Action item: Go through the data and tally the lines that include "drawingMeasureSchema". The reply is that number alone.

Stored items
◇ ◇ ◇ ◇

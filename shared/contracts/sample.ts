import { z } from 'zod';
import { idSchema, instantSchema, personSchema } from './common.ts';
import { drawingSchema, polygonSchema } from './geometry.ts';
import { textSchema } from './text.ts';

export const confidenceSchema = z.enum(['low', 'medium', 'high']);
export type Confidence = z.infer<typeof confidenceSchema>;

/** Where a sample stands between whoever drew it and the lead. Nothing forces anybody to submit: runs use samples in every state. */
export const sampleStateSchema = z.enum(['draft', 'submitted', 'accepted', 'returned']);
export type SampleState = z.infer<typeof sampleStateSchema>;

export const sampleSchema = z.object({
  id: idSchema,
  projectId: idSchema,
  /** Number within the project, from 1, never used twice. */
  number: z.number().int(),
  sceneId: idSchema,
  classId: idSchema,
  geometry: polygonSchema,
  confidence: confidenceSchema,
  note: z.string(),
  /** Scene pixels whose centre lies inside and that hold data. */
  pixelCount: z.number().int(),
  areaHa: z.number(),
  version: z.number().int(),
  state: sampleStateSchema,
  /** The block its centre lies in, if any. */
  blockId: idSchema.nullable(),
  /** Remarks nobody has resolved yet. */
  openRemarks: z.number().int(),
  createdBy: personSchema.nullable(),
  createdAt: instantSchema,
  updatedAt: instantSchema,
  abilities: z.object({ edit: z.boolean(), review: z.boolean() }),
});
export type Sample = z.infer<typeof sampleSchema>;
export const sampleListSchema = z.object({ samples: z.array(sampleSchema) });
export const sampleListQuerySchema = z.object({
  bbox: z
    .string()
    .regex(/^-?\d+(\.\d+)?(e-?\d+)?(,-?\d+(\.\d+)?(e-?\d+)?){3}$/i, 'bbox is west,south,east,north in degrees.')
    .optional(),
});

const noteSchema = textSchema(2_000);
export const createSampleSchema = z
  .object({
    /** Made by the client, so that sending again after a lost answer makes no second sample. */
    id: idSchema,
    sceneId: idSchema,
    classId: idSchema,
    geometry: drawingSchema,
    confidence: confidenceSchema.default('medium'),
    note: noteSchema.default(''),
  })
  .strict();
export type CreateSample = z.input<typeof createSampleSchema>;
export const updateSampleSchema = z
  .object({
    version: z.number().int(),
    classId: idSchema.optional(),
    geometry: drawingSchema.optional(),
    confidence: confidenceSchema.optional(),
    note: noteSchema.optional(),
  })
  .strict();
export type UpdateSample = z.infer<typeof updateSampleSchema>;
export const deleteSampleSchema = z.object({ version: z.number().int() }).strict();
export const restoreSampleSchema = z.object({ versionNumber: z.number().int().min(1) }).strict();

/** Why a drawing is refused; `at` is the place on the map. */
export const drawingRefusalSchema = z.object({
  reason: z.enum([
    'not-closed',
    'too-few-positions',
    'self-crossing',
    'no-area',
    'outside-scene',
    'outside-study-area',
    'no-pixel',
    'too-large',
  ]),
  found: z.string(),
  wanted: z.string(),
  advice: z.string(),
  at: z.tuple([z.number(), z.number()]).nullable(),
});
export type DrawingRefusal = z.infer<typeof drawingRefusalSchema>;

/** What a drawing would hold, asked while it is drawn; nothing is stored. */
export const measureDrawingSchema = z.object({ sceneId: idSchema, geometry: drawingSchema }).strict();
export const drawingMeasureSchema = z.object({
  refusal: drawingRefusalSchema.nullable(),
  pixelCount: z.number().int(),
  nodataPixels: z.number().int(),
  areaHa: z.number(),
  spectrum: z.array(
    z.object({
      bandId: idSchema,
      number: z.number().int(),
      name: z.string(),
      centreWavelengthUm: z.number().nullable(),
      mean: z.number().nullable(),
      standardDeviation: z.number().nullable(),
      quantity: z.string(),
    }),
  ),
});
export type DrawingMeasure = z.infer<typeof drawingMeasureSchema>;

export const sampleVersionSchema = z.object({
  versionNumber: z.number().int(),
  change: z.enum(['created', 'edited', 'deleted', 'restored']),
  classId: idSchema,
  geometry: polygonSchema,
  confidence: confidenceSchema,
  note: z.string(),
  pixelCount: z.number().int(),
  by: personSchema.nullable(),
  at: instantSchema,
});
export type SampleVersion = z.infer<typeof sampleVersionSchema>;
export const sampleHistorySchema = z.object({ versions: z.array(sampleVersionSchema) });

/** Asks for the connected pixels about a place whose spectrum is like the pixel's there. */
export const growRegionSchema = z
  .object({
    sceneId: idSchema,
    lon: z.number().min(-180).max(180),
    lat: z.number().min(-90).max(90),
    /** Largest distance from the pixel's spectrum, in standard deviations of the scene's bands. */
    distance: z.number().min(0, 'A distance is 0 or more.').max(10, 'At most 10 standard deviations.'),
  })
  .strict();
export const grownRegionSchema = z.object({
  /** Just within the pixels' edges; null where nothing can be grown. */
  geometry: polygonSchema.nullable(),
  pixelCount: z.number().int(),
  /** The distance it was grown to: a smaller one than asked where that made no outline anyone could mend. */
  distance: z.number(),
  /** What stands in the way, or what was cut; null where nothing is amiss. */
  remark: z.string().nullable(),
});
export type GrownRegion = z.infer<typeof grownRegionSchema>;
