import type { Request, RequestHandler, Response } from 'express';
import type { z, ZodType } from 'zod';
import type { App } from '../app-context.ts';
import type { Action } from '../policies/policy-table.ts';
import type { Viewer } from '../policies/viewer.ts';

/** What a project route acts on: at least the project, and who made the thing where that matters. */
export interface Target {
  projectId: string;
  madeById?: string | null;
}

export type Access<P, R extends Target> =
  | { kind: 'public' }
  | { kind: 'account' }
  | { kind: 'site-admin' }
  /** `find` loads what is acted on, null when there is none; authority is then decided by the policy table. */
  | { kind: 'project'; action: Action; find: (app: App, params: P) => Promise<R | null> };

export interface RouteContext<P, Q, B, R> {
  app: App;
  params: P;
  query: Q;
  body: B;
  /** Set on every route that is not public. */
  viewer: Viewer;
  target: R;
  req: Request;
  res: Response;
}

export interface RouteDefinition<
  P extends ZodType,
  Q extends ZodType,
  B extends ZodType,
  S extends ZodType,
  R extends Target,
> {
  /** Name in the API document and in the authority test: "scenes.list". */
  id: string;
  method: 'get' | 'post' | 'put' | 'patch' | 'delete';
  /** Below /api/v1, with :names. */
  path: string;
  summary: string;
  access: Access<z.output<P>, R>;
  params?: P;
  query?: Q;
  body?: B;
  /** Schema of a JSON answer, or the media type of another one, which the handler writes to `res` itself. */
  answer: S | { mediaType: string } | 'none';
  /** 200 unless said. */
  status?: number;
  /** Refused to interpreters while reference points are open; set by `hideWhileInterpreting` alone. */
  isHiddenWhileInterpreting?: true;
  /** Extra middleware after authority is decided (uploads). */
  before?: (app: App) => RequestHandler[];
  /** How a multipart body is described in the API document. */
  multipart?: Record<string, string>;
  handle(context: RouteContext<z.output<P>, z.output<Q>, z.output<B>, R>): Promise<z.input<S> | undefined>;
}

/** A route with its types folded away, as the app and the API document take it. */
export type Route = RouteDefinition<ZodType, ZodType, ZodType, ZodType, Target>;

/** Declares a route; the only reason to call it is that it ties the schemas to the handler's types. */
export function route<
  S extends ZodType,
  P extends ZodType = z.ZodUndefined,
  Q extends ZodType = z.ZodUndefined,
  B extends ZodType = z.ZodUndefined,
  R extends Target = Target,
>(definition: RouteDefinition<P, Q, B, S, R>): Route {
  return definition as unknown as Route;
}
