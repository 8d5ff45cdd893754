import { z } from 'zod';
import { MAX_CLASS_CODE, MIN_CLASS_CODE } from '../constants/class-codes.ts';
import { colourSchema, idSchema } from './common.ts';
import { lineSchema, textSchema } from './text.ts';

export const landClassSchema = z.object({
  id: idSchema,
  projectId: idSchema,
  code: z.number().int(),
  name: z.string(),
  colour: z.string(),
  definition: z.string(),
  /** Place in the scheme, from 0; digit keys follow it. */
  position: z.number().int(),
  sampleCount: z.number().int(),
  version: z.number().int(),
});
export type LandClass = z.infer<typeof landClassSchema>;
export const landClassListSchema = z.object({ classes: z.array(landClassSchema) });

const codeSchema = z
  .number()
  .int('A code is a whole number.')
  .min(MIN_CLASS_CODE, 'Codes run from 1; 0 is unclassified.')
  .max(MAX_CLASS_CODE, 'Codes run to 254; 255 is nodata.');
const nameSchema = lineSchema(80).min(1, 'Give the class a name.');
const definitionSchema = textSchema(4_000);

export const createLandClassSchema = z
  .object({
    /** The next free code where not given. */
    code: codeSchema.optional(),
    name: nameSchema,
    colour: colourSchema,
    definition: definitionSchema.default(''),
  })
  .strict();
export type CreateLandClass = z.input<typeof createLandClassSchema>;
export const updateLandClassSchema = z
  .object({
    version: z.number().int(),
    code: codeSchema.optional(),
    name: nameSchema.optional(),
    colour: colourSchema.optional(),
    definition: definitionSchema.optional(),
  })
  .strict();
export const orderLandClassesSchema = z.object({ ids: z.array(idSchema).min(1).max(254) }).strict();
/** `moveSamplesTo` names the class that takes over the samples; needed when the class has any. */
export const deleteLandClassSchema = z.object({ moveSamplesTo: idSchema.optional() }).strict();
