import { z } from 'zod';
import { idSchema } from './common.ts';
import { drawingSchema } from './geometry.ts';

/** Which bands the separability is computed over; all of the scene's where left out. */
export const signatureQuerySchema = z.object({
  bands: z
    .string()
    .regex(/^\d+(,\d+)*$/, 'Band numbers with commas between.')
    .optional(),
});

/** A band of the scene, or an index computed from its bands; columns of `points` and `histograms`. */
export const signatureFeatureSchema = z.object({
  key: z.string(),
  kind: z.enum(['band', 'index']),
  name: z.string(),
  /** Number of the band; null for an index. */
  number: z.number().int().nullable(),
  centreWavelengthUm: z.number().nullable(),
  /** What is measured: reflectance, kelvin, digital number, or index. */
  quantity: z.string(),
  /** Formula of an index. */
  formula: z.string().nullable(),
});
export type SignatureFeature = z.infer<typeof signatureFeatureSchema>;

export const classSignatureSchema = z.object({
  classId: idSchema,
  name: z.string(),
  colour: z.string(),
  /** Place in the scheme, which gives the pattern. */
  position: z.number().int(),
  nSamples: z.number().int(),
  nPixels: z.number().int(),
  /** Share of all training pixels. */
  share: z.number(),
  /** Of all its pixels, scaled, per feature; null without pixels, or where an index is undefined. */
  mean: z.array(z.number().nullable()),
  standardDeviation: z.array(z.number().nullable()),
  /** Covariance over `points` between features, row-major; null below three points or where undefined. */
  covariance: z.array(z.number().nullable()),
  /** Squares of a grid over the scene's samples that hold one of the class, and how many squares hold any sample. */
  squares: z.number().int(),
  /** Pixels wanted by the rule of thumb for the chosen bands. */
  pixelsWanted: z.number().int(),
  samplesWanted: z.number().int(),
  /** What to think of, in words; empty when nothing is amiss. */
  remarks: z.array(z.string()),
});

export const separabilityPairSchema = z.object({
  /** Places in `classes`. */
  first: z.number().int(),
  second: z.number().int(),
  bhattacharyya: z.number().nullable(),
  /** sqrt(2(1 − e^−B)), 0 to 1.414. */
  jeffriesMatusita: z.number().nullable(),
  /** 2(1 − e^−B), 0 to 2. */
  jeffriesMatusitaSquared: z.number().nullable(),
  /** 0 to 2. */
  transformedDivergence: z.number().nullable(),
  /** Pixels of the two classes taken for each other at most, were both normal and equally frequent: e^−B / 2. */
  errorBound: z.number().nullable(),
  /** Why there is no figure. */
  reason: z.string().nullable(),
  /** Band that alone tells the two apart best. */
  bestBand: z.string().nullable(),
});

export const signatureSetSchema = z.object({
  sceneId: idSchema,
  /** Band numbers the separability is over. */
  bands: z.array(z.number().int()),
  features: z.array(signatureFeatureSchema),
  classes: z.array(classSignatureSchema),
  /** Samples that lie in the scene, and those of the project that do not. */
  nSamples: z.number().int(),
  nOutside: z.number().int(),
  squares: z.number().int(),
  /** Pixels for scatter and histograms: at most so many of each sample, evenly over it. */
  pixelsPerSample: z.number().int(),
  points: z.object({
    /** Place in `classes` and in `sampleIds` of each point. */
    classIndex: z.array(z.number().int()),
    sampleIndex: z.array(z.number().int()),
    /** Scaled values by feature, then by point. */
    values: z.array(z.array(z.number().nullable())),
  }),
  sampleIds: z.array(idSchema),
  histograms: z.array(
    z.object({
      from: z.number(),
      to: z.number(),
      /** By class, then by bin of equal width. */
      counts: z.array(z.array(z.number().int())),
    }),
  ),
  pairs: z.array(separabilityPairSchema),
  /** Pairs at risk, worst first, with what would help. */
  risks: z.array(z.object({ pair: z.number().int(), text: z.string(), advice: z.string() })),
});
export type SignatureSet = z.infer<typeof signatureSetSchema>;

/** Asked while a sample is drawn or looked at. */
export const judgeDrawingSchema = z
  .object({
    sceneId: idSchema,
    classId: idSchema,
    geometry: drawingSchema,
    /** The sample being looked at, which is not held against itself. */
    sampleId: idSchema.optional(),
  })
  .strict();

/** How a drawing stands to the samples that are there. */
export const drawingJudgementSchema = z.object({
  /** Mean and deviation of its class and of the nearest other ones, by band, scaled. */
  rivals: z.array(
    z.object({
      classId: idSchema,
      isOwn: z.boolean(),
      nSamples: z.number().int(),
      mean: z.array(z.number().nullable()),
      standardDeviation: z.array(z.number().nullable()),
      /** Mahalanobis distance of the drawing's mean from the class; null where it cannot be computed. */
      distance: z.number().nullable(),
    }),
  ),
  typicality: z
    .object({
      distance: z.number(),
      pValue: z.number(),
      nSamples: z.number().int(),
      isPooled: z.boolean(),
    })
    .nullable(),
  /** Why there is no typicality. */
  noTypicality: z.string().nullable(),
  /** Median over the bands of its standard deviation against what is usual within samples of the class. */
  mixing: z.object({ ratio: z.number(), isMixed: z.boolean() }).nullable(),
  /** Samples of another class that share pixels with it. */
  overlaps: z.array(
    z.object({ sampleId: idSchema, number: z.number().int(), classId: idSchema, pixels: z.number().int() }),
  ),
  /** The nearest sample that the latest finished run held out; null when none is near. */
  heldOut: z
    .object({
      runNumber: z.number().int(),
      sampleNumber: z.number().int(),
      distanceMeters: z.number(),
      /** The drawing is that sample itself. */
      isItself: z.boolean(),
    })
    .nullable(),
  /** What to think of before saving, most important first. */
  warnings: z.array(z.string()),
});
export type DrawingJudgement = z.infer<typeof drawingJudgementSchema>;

◇ ◇ ◇ ◇

Task result: 2